▶ **EXERCISE AIM**
From the entries below, copy exactly the lines from the one that contains "export interface PreparedRotor" through the one that contains "outside: outside &&", both included, and only those.

▶ **MATERIAL FOR THIS TASK**
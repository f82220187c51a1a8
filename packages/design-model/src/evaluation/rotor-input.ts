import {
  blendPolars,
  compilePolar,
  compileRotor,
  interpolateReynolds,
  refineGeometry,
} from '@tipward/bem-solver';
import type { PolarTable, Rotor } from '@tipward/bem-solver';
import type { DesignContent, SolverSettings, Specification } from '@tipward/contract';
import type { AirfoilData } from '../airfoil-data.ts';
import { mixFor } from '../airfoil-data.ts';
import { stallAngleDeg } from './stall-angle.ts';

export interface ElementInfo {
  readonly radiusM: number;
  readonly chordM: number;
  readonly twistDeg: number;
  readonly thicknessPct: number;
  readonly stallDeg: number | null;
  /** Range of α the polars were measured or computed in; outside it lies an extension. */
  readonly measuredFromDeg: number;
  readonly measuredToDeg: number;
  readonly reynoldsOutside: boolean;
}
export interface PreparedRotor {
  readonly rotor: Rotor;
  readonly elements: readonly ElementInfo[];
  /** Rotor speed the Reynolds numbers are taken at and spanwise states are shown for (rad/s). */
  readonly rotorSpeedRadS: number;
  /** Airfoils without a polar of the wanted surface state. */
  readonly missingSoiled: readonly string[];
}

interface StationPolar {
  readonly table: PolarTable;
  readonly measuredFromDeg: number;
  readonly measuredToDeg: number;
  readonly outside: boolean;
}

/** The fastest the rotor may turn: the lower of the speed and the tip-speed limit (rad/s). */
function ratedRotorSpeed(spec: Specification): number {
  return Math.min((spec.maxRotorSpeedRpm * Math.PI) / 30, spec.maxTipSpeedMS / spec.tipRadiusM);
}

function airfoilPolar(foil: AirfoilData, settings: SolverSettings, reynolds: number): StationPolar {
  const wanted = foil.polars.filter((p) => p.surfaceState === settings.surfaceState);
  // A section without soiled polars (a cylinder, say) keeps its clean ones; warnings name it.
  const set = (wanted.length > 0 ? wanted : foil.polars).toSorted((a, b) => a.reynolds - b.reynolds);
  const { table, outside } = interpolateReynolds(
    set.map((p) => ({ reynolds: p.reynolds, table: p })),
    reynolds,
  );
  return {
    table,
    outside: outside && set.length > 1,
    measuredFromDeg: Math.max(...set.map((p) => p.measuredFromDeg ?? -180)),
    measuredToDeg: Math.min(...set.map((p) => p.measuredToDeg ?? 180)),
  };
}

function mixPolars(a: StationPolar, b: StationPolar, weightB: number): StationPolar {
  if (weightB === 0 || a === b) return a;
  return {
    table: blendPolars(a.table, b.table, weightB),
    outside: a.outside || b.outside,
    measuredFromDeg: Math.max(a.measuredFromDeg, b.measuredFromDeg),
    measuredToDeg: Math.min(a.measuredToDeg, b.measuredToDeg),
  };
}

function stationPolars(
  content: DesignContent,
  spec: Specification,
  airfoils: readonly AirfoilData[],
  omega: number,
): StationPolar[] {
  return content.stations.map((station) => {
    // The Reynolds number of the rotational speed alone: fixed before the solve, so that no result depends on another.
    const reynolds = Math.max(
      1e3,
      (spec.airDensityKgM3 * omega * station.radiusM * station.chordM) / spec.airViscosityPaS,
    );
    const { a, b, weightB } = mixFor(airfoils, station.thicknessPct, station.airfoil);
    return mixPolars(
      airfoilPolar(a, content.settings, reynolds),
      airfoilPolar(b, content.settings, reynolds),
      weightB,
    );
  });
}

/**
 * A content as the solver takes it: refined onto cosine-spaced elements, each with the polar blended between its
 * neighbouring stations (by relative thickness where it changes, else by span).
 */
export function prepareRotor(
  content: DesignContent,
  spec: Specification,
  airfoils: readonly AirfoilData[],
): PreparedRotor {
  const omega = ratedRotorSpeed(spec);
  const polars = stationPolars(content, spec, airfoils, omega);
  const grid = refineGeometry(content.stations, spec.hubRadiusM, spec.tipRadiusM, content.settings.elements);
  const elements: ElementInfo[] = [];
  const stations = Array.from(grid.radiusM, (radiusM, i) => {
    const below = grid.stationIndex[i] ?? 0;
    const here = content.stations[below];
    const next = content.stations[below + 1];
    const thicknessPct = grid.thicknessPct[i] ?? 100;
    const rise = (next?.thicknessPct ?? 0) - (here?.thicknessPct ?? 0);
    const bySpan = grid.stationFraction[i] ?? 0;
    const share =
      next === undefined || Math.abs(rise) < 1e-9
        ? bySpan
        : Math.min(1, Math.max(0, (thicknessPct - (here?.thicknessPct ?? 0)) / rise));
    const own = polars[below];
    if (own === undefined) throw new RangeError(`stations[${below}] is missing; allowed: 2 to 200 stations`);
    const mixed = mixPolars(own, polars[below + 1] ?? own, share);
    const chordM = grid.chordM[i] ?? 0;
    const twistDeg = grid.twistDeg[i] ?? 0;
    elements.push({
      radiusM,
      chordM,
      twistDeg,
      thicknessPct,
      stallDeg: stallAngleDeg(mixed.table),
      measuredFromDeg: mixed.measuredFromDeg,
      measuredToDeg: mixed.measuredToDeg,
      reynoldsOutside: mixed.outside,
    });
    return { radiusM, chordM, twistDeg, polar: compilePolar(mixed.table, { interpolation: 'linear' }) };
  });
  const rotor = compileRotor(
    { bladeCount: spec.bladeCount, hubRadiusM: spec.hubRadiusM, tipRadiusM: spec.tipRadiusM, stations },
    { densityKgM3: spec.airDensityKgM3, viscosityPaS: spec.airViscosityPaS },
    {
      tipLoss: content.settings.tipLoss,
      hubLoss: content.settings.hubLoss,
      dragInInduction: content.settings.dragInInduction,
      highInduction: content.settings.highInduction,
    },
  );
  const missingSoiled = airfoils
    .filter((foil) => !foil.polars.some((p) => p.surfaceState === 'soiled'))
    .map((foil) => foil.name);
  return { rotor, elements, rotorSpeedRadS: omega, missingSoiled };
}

▶ **RESPONSE AREA**
export interface PreparedRotor {
  readonly rotor: Rotor;
  readonly elements: readonly ElementInfo[];
  /** Rotor speed the Reynolds numbers are taken at and spanwise states are shown for (rad/s). */
  readonly rotorSpeedRadS: number;
  /** Airfoils without a polar of the wanted surface state. */
  readonly missingSoiled: readonly string[];
}

interface StationPolar {
  readonly table: PolarTable;
  readonly measuredFromDeg: number;
  readonly measuredToDeg: number;
  readonly outside: boolean;
}

/** The fastest the rotor may turn: the lower of the speed and the tip-speed limit (rad/s). */
function ratedRotorSpeed(spec: Specification): number {
  return Math.min((spec.maxRotorSpeedRpm * Math.PI) / 30, spec.maxTipSpeedMS / spec.tipRadiusM);
}

function airfoilPolar(foil: AirfoilData, settings: SolverSettings, reynolds: number): StationPolar {
  const wanted = foil.polars.filter((p) => p.surfaceState === settings.surfaceState);
  // A section without soiled polars (a cylinder, say) keeps its clean ones; warnings name it.
  const set = (wanted.length > 0 ? wanted : foil.polars).toSorted((a, b) => a.reynolds - b.reynolds);
  const { table, outside } = interpolateReynolds(
    set.map((p) => ({ reynolds: p.reynolds, table: p })),
    reynolds,
  );
  return {
    table,
    outside: outside && set.length > 1,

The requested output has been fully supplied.